Kassel. In Stadt und Landkreis Kassel gibt es immer mehr Menschen, die in eine akute Krisensituation geraten. Weil sie sich selbst oder andere gefährden, werden sie per richterlichem Beschluss in der Psychiatrie untergebracht.

Nach Angaben von Matthias Grund, Sprecher des Amtsgerichts Kassel, steigen die Fallzahlen seit zwei Jahren. 2010 gab es auf Grundlage des Hessischen Freiheitsentziehungsgesetzes 634 Einweisungen, 2011 waren es 741 vorläufige Unterbringungen und im vergangenen Jahr 865 Fälle.

Diese steigende Tendenz deckt sich mit den Erfahrungen des Gesundheitsamts.

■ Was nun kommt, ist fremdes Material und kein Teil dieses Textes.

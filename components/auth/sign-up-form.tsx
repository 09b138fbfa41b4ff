'use client';

import { signIn } from 'next-auth/react';
import { useRouter } from 'next/navigation';
import { useState, type FormEvent } from 'react';
import { Alert } from '@/components/ui/alert';
import { Button } from '@/components/ui/button';
import { TextField } from '@/components/ui/field';
import { ApiError, apiFetch } from '@/lib/api/client';
import { fieldErrorsFrom } from '@/lib/api/validation';
import type { FieldErrors } from '@/lib/errors';
import { signUpSchema } from '@/lib/users/schemas';

export function SignUpForm() {
  const router = useRouter();
  const [fields, setFields] = useState<FieldErrors>({});
  const [error, setError] = useState<string | null>(null);
  const [notice, setNotice] = useState<string | null>(null);
  const [pending, setPending] = useState(false);

  async function onSubmit(event: FormEvent<HTMLFormElement>) {
    event.preventDefault();
    const form = Object.fromEntries(new FormData(event.currentTarget)) as Record<string, string>;
    const parsed = signUpSchema.safeParse(form);
    if (!parsed.success) {
      setFields(fieldErrorsFrom(parsed.error));
      return;
    }
    setFields({});
    setError(null);
    setNotice(null);
    setPending(true);
    try {
      // The server answers the same whether or not the address had an account; signing in tells.
      await apiFetch<{ message: string }>('/api/sign-up', { method: 'POST', body: parsed.data });
      const result = await signIn('credentials', { redirect: false, email: parsed.data.email, password: parsed.data.password });
      if (result && !result.error) {
        router.push('/');
        router.refresh();
        return;
      }
      setPending(false);
      setNotice('We sent a message to that address. If you already have a Kerfline account, sign in with it instead.');
    } catch (err) {
      setPending(false);
      if (err instanceof ApiError) {
        setFields(err.fields);
        setError(err.message);
      } else setError('Could not create the channel. Try again.');
    }
  }

  return (
    <form onSubmit={onSubmit} className="mt-6 space-y-4" noValidate>
      {error ? <Alert tone="attention">{error}</Alert> : null}
      {notice ? <Alert tone="info">{notice}</Alert> : null}
      <TextField label="Your name" name="name" autoComplete="name" required error={fields.name} />
      <TextField label="E-mail" name="email" type="email" autoComplete="email" required error={fields.email} />
      <TextField
        label="Password"
        name="password"
        type="password"
        autoComplete="new-password"
        required
        hint="At least 10 characters."
        error={fields.password}
      />
      <TextField label="Channel name" name="channelName" required error={fields.channelName} />
      <Button type="submit" className="w-full" disabled={pending}>
        {pending ? 'Creating…' : 'Create channel'}
      </Button>
    </form>
  );
}
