function buildGeometry(): Geometry {
  const top = DEFAULTS.top_km;
  const layers = top + 1;
  const z_km = new Float64Array(layers + 1);
  z_km[0] = Number.POSITIVE_INFINITY;
  for (let i = 1; i <= layers; i++) z_km[i] = top + 1 - i;
  const airAbove = new Float64Array(layers + 1);
  const o3Above = new Float64Array(layers + 1);
  for (let i = 1; i <= layers; i++) {
    airAbove[i] = airColumnAbove_cm2(z_km[i]);
    o3Above[i] = ozoneColumnAbove_cm2(z_km[i]);
  }
  const air = new Float64Array(layers);
  const o3 = new Float64Array(layers);
  const kLayer = new Int32Array(layers);
  const wLayer = new Float64Array(layers);
  const T_interface = new Float64Array(layers + 1);
  const kInterface = new Int32Array(layers + 1);
  const wInterface = new Float64Array(layers + 1);
  const sad = new Float64Array(layers);
  for (let k = 0; k < layers; k++) {
    air[k] = airAbove[k + 1] - airAbove[k];
    o3[k] = o3Above[k + 1] - o3Above[k];
    const mid = k === 0 ? top + 5 : z_km[k + 1] + 0.5;
    const tw = temperatureWeights(standardAtmosphere(Math.min(mid, 86)).T_K);
    kLayer[k] = tw.k;
    wLayer[k] = tw.w;
    sad[k] = k === 0 ? 0 : backgroundSulfateSurface_um2cm3(mid);
  }
  for (let i = 0; i <= layers; i++) {
    T_interface[i] = standardAtmosphere(i === 0 ? 86 : z_km[i]).T_K;
    const tw = temperatureWeights(T_interface[i]);
    kInterface[i] = tw.k;
    wInterface[i] = tw.w;
  }
  const total = sad.reduce((a, b) => a + b, 0);
  const aerosolShare = sad.map((s) => s / total);
  const aerosolAbove = new Float64Array(layers + 1);
  for (let i = 1; i <= layers; i++) aerosolAbove[i] = aerosolAbove[i - 1] + aerosolShare[i - 1];
  return {
    layers,
    z_km,
    air,
    o3,
    airAbove,
    o3Above,
    T_interface,
    kLayer,
    wLayer,
    kInterface,
    wInterface,
    aerosolShare,
    aerosolAbove,
  };
}

/** Slant columns of air, O2 and O3 and the slant aerosol fraction to each interface. */
interface Slant {
  air: Float64Array;
  o2: Float64Array;
  o3: Float64Array;
  aerosol: Float64Array;
  sunlit: Uint8Array;
}

function slantToInterfaces(zenith_deg: number, o3Scale: number): Slant {
  const g = GEOMETRY;
  const n = g.layers + 1;
  const s: Slant = {
    air: new Float64Array(n),
    o2: new Float64Array(n),
    o3: new Float64Array(n),
    aerosol: new Float64Array(n),
    sunlit: new Uint8Array(n),
  };
  s.sunlit[0] = 1;
  const o3ColumnAt = (z: number) => o3Scale * ozoneColumnAbove_cm2(Math.min(Math.max(z, 0), 86));
  for (let i = 1; i < n; i++) {
    const c = slantColumns({
      altitude_km: g.z_km[i],
      zenith_deg,
      T_K: g.T_interface[i],
      o3Above_cm2: o3Scale * g.o3Above[i],
      o2Above_cm2: O2_FRACTION * g.airAbove[i],
      o3ColumnAt,
    });
    if (!c.sunlit) continue;
    s.sunlit[i] = 1;
    s.air[i] = c.air_cm2;
    s.o2[i] = c.o2_cm2;
    s.o3[i] = c.o3_cm2;
    // the aerosol follows the air's slant-path enhancement (air mass factor)
    s.aerosol[i] = g.aerosolAbove[i] * (c.air_cm2 / g.airAbove[i]);
  }
  return s;
}

const cache = new Map<string, DiffuseField>();

/** The cached diffuse field of a column (computed on first use). */
export function diffuseField(settings: ColumnSettings): DiffuseField {
  const key = `${settings.zenith_deg}|${settings.albedo}|${settings.aerosolOpticalDepth}|${settings.o3Scale}|${settings.rayleigh}`;
  const hit = cache.get(key);
  if (hit) {
    cache.delete(key);
    cache.set(key, hit);
    return hit;
  }
  const store = diffuseFieldStore();
  let field = store?.get(key);
  if (!field) {
    field = computeDiffuseField(settings);
    store?.put(key, field);
  }
  cache.set(key, field);
  if (cache.size > DEFAULTS.cacheSize) cache.delete(cache.keys().next().value as string);
  return field;
}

Die Zahl der absoluten Notfälle steigt kontinuierlich. Im Jahr 2010 gab es 550 Kriseneinsätze in Stadt und Kreis, 2011 waren es bereits 650 und im Vorjahr gar 686 Fälle. Viele psychisch Kranke, depressive Menschen mit Antriebsstörungen und Suchtkranke, die zum Teil schwere körperliche Erkrankungen hätten, gehörten zu den Betroffenen, sagt Dr. Peter Reinhold-Hildenhagen, Abteilungsleiter beim Sozialpsychiatrischen Dienst.

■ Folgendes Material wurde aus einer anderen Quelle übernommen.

export function Explorer(props: Props) {
  const [mechanisms, setMechanisms] = useState(props.mechanisms);
  const [mechanismId, setMechanismId] = useState(props.mechanismId);
  const [condition, setCondition] = useState(props.condition);
  const [view, setView] = useState(props.view);
  const [cache, setCache] = useState<Record<string, MechanismView>>(
    props.initialMechanism ? { [props.initialMechanism.id]: props.initialMechanism } : {},
  );
  const [mechError, setMechError] = useState<ApiError | null>(null);
  const [uploadToken, setUploadToken] = useState<{ id: string; token: string } | null>(null);
  const [notice, setNotice] = useState<string | null>(
    props.queryWarnings?.length ? props.queryWarnings.join("; ") : null,
  );
  // the live explorer writes its canonical address at once; a permalink keeps /a/<id> until something changes
  const touched = useRef(!props.stored);
  const net = useRef<NetworkHandle>(null);
  const mechanism = cache[mechanismId] ?? null;

  useEffect(preloadNetworkView, []);

  useEffect(() => {
    if (mechanisms.length === 0)
      fetchMechanisms().then(
        (r) => setMechanisms(r.mechanisms),
        () => undefined,
      );
  }, [mechanisms.length]);

  useEffect(() => {
    if (cache[mechanismId]) return;
    const ctrl = new AbortController();
    setMechError(null);
    fetchMechanism(mechanismId, ctrl.signal).then(
      (m) => setCache((c) => ({ ...c, [m.id]: m })),
      (e: ApiError) => {
        if (e.name !== "AbortError") setMechError(e);
      },
    );
    return () => ctrl.abort();
  }, [mechanismId, cache]);

  const request = useMemo<AnalysisRequest>(() => {
    const r: AnalysisRequest = { mechanismId, condition };
    if (props.stored?.request.options) r.options = props.stored.request.options;
    return r;
  }, [mechanismId, condition, props.stored]);
  const neighbours = useMemo(() => altitudeNeighbours(request), [request]);
  const analysis = useAnalysis(
    request,
    props.stored ? { id: props.stored.id, result: props.stored.result, request: props.stored.request } : undefined,
    neighbours,
  );
  const result = analysis.result && analysis.result.mechanism.id === mechanismId ? analysis.result : null;
  const showingStored = !!props.stored && analysis.id === props.stored.id;

  // the address reproduces what is on screen; it is written once the input settles, because each
  // replaceState costs Chromium a same-document navigation (and a fetch of the icon) on the slider's path
  useEffect(() => {
    if (!touched.current) return;
    const qs = explorerQueryString({ mechanismId, condition, view });
    const write = () => window.history.replaceState(window.history.state, "", `/explore?${qs}`);
    const timer = setTimeout(write, URL_SETTLE_MS);
    return () => clearTimeout(timer);
  }, [mechanismId, condition, view]);

  const touch = useCallback(<T,>(fn: (v: T) => void) => {
    return (v: T) => {
      touched.current = true;
      fn(v);
    };
  }, []);
  const setViewPart = (patch: Partial<ExplorerView>) => {
    touched.current = true;
    setView((v) => ({ ...v, ...patch }));
  };

  const layoutProgress = useNetworkLayout(mechanism);
  const layout = layoutProgress.layout;
  const large = !!mechanism && mechanism.species.length > LARGE_MECHANISM_SPECIES;
  const cycle = result?.cycles.cycles.find((c) => c.id === view.cycle) ?? null;
  // the selected cycle and the inspected reaction stay drawn whatever the detail
  const keepKey = [
    ...(cycle?.steps.map((s) => s.reactionId) ?? []),
    ...(view.select?.startsWith("r:") ? [view.select.slice(2)] : []),
  ].join(" ");
  const detail = useMemo(
    () =>
      mechanism
        ? reactionDetail(mechanism, result, {
            limit: view.detail,
            colorMode: view.colorMode,
            keep: keepKey ? keepKey.split(" ") : [],
            cap: large ? LARGE_MECHANISM_CAP : undefined,
          })
        : null,
    [mechanism, result, view.detail, view.colorMode, keepKey, large],
  );
  const elements = useMemo(
    () =>
      mechanism && layout && detail
        ? networkElements(mechanism, layout, result, {
            colorMode: view.colorMode,
            showHeld: view.showHeld,
            visible: new Set(detail.shown),
            onlyTouched: large,
          })
        : [],
    [mechanism, layout, result, detail, view.colorMode, view.showHeld, large],
  );
  // a very large mechanism offers only what is drawn for inspection: ten thousand options cost a long render
  const inspectable = useMemo(() => {
    if (!mechanism || !large) return mechanism;
    const drawn = new Set(elements.map((e) => e.data.id));
    return {
      ...mechanism,
      species: mechanism.species.filter((s) => drawn.has(speciesNodeId(s.id))),
      reactions: mechanism.reactions.filter((r) => drawn.has(reactionNodeId(r.id))),
    };
  }, [mechanism, large, elements]);
  const highlight = useMemo(() => cycleHighlight(elements, cycle), [elements, cycle]);
  const legend = useMemo(() => networkLegend(result, view.colorMode), [result, view.colorMode]);
  const selected = view.select && elements.some((e) => e.data.id === view.select) ? view.select : null;

  const err = analysis.error;
  const fieldErrors: Record<string, string> = {};
  if (err?.path?.startsWith("condition.")) {
    const field = err.path.slice("condition.".length);
    fieldErrors[field] = err.message.replace(`${err.path}: `, "");
  }
  const bannerError = err && !err.path?.startsWith("condition.") ? err : null;
  const ss = result?.steadyState;

  const fileStem = `ozone-${mechanismId}-${condition.altitude_km}km`;
  const onPng = async () => {
    const b = await net.current?.png();
    if (b) download(b, `${fileStem}.png`);
  };
  const onSvg = () => {
    const svg = graphSvg(elements, {
      positions: net.current?.positions(),
      dimmed: new Set(highlight.off),
      title: `${mechanism?.title ?? mechanismId} · ${condition.altitude_km} km · colour: ${view.colorMode === "flux" ? "reaction rate" : "odd oxygen"}`,
    });
    download(new Blob([svg], { type: "image/svg+xml" }), `${fileStem}.svg`);
  };

  const onUploaded = (m: { id: string; title: string; warnings: Problem[]; deletionToken?: string }) => {
    setUploadToken(m.deletionToken ? { id: m.id, token: m.deletionToken } : null);
    touched.current = true;
    fetchMechanisms().then(
      (r) => setMechanisms(r.mechanisms),
      () => undefined,
    );
    setMechanisms((list) =>
      list.some((x) => x.id === m.id)
        ? list
        : [
            ...list,
            { id: m.id, title: m.title, description: "uploaded", builtin: false, speciesCount: 0, reactionCount: 0 },
          ],
    );
    setMechanismId(m.id);
    setView((v) => ({ ...v, cycle: null, select: null }));
    setNotice(
      m.warnings?.length
        ? `Uploaded “${isolateText(m.title)}” with ${m.warnings.length} warning(s): ${m.warnings.map((w) => w.message).join("; ")}`
        : `Uploaded “${isolateText(m.title)}”.`,
    );
  };

  return (
    <>
      <div className="grid gap-2 p-2 md:grid-cols-[260px_minmax(0,1fr)] lg:h-[calc(100vh-38px)] lg:min-h-[700px] lg:grid-cols-[272px_minmax(0,1fr)_340px]">
        <h1 className="sr-only">Catalytic ozone-loss cycle explorer</h1>
        <ConditionsPanel
          mechanisms={mechanisms}
          mechanismId={mechanismId}
          mechanism={mechanism}
          onMechanism={touch((id: string) => {
            setMechanismId(id);
            setView((v) => ({ ...v, cycle: null, select: null }));
          })}
          onUploaded={onUploaded}
          condition={condition}
          onCondition={touch(setCondition)}
          resolved={result?.condition ?? null}
          fieldErrors={fieldErrors}
        />

        <div className="flex min-h-0 min-w-0 flex-col gap-2">
          <Toolbar
            colorMode={view.colorMode}
            onColorMode={(colorMode) => setViewPart({ colorMode })}
            showHeld={view.showHeld}
            onShowHeld={(showHeld) => setViewPart({ showHeld })}
            detailLimit={view.detail}
            onDetailLimit={(detail) => setViewPart({ detail })}
            detail={detail}
            onFit={() => net.current?.fit()}
            onZoom={(f) => net.current?.zoomBy(f)}
            loading={analysis.loading}
            mechanism={inspectable}
            selected={selected}
            onInspect={(id) => setViewPart({ select: id })}
            status={
              ss
                ? `${err ? "Showing the last analysis that succeeded: " : ""}${result?.condition.altitude_km} km · T ${formatNumber(result?.condition.T_K, 4)} K · p ${formatNumber(result?.condition.p_hPa, 3)} hPa · ${ss.status === "converged" ? `converged in ${ss.iterations} iterations` : ss.status}`
                : null
            }
          />
          {showingStored ? (
            <div
              data-testid="stored-banner"
              className="rounded border border-sky-300 bg-sky-50 px-3 py-1 text-[12px] text-sky-900"
            >
              Stored analysis of {new Date(props.stored!.createdAt).toUTCString()}: these are the stored numbers. Change
              any condition to recompute.{" "}
              <span data-testid="permanent-link">This link is permanent: the analysis is kept for good.</span>
              {props.stored!.engineVersion !== props.stored!.currentEngineVersion ? (
                <strong data-testid="engine-version-warning" className="ml-1 font-semibold text-amber-900">
                  Computed with engine {props.stored!.engineVersion}; the current engine is{" "}
                  {props.stored!.currentEngineVersion}, whose numbers may differ.
                </strong>
              ) : null}
            </div>
          ) : null}
          {uploadToken ? (
            <DeletionTokenNote
              token={uploadToken.token}
              what="the uploaded mechanism (its analyses then answer “gone” too)"
              deleteUrl={`/api/mechanisms/${uploadToken.id}`}
            />
          ) : null}
          {large && mechanism && detail ? (
            <LargeMechanismNotice mechanism={mechanism} detail={detail} analysed={!!result} layout={layoutProgress} />
          ) : null}
          {notice ? (
            <div className="flex items-start justify-between gap-2 rounded border border-stone-300 bg-stone-50 px-3 py-1 text-[12px] text-stone-700">
              <span>{notice}</span>
              <button
                type="button"
                className="text-stone-500 hover:text-stone-900"
                onClick={() => setNotice(null)}
                aria-label="Dismiss"
              >
                ✕
              </button>
            </div>
          ) : null}
          <div className="relative min-h-[420px] flex-1 overflow-hidden rounded-md border border-stone-300 bg-white md:min-h-[560px] lg:min-h-[360px]">
            {mechanism && layout ? (
              <NetworkView
                ref={net}
                layoutKey={mechanism.id}
                elements={elements}
                stylesheet={STYLE}
                highlight={highlight}
                selected={selected}
                onSelect={(id) => setViewPart({ select: id })}
              />
            ) : (
              <div className="absolute inset-0 grid place-items-center text-sm text-stone-500">
                {mechError
                  ? ""
                  : mechanism
                    ? `Laying out the network… ${layoutProgress.placed} of ${layoutProgress.total} reactions placed`
                    : "Loading the mechanism…"}
              </div>
            )}
            <div className="pointer-events-none absolute inset-x-2 top-2 flex flex-col items-start gap-2">
              {bannerError || mechError ? (
                <div
                  role="alert"
                  data-testid="server-error"
                  className="pointer-events-auto max-w-[560px] rounded border border-red-300 bg-red-50 px-3 py-1.5 text-[12px] text-red-900 shadow-sm"
                >
                  <b className="font-semibold">
                    {mechError ? "The mechanism could not be loaded" : "The analysis failed"}:
                  </b>{" "}
                  {(mechError ?? bannerError)!.message}
                </div>
              ) : null}
              {ss && ss.status === "instant" ? (
                <div
                  data-testid="instant-notice"
                  className="pointer-events-auto max-w-[560px] rounded border border-sky-300 bg-sky-50 px-3 py-1.5 text-[12px] text-sky-950 shadow-sm"
                >
                  <b className="font-semibold">An instant of a run, not a steady state.</b> {ss.message}
                </div>
              ) : null}
              {ss && ss.status !== "converged" && ss.status !== "instant" ? (
                <div
                  role="alert"
                  data-testid="steady-state-warning"
                  className="pointer-events-auto max-w-[560px] rounded border border-amber-300 bg-amber-50 px-3 py-1.5 text-[12px] text-amber-950 shadow-sm"
                >
                  <b className="font-semibold">No steady state ({ss.status}).</b> {ss.message} The numbers shown are
                  those of the last iterate and should not be trusted.
                </div>
              ) : null}
              {cycle ? (
                <div className="pointer-events-auto rounded border border-stone-800 bg-white/95 px-2 py-1 text-[12px] shadow-sm">
                  Showing cycle <b>{cycle.netEquation}</b> ({cycle.family}).{" "}
                  <button type="button" className="underline" onClick={() => setViewPart({ cycle: null })}>
                    Show all
                  </button>
                </div>
              ) : null}
            </div>
            {selected && mechanism ? (
              <div className="pointer-events-none absolute bottom-2 right-2 top-14 flex items-start">
                <Inspector
                  selected={selected}
                  mechanism={mechanism}
                  result={result}
                  onSelect={(id) => setViewPart({ select: id })}
                />
              </div>
            ) : null}
            {analysis.loading ? (
              <div
                data-testid="computing"
                className="pointer-events-none absolute right-2 top-2 rounded bg-stone-800/85 px-2 py-0.5 text-[11px] text-white"
              >
                computing…
              </div>
            ) : null}
          </div>
          <LegendCard legend={legend} empty={!result} />
          <ExportBar
            analysisId={analysis.id}
            onStore={analysis.store}
            onPng={onPng}
            onSvg={onSvg}
            busy={analysis.loading}
          />
        </div>

        <div className="grid min-h-0 gap-2 md:col-span-2 md:grid-cols-2 md:items-start lg:col-span-1 lg:flex lg:flex-col lg:items-stretch">
          <CycleMapCard
            report={result?.cycles ?? null}
            mechanism={mechanism}
            selected={cycle?.id ?? null}
            onSelect={(id) => setViewPart({ cycle: id })}
            fileStem={fileStem}
            title={`${mechanism?.title ?? mechanismId} · ${condition.altitude_km} km · cycles by family`}
          />
          <CyclesPanel
            report={result?.cycles ?? null}
            selected={cycle?.id ?? null}
            onSelect={(id) => setViewPart({ cycle: id })}
            onInspectReaction={(id) => setViewPart({ select: `r:${id}` })}
          />
          <BudgetPanel budget={result?.cycles.budget ?? null} />
        </div>
      </div>
      {/* below the fold, full width: the ranges and sensitivity tables need the room */}
      <div className="px-2 pb-2">
        <UncertaintyCard request={request} result={result} />
      </div>
    </>
  );
}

Die Ärzte und Sozialarbeiter, die im Gesundheitsamt für die Kriseneinsätze zuständig sind, würden von besorgten Nachbarn, Kollegen, Angehörigen und behandelnden Ärzten alarmiert. Reinhold-Hildenhagen weist darauf hin, dass auch eine ambulante Behandlung Folge eines Kriseneinsatzes sein könne. „Die Unterbringung in der Psychiatrie ist die allerletzte Lösung.“

Warum die Fallzahlen so stark steigen, darauf hat der Arzt keine eindeutige Antwort. „Vielleicht guckt das Umfeld heutzutage genauer hin.“ Fest stehe aber, dass durch den demografischen Wandel die Fälle der Altersdemenz zunehmen würden, sagt Reinhold-Hildenhagen. Wenn zum Beispiel ein alter Mensch dreimal hintereinander nachts in der Stadt mit einem Rollator herumirre, dann schalte die Polizei das Gesundheitsamt ein.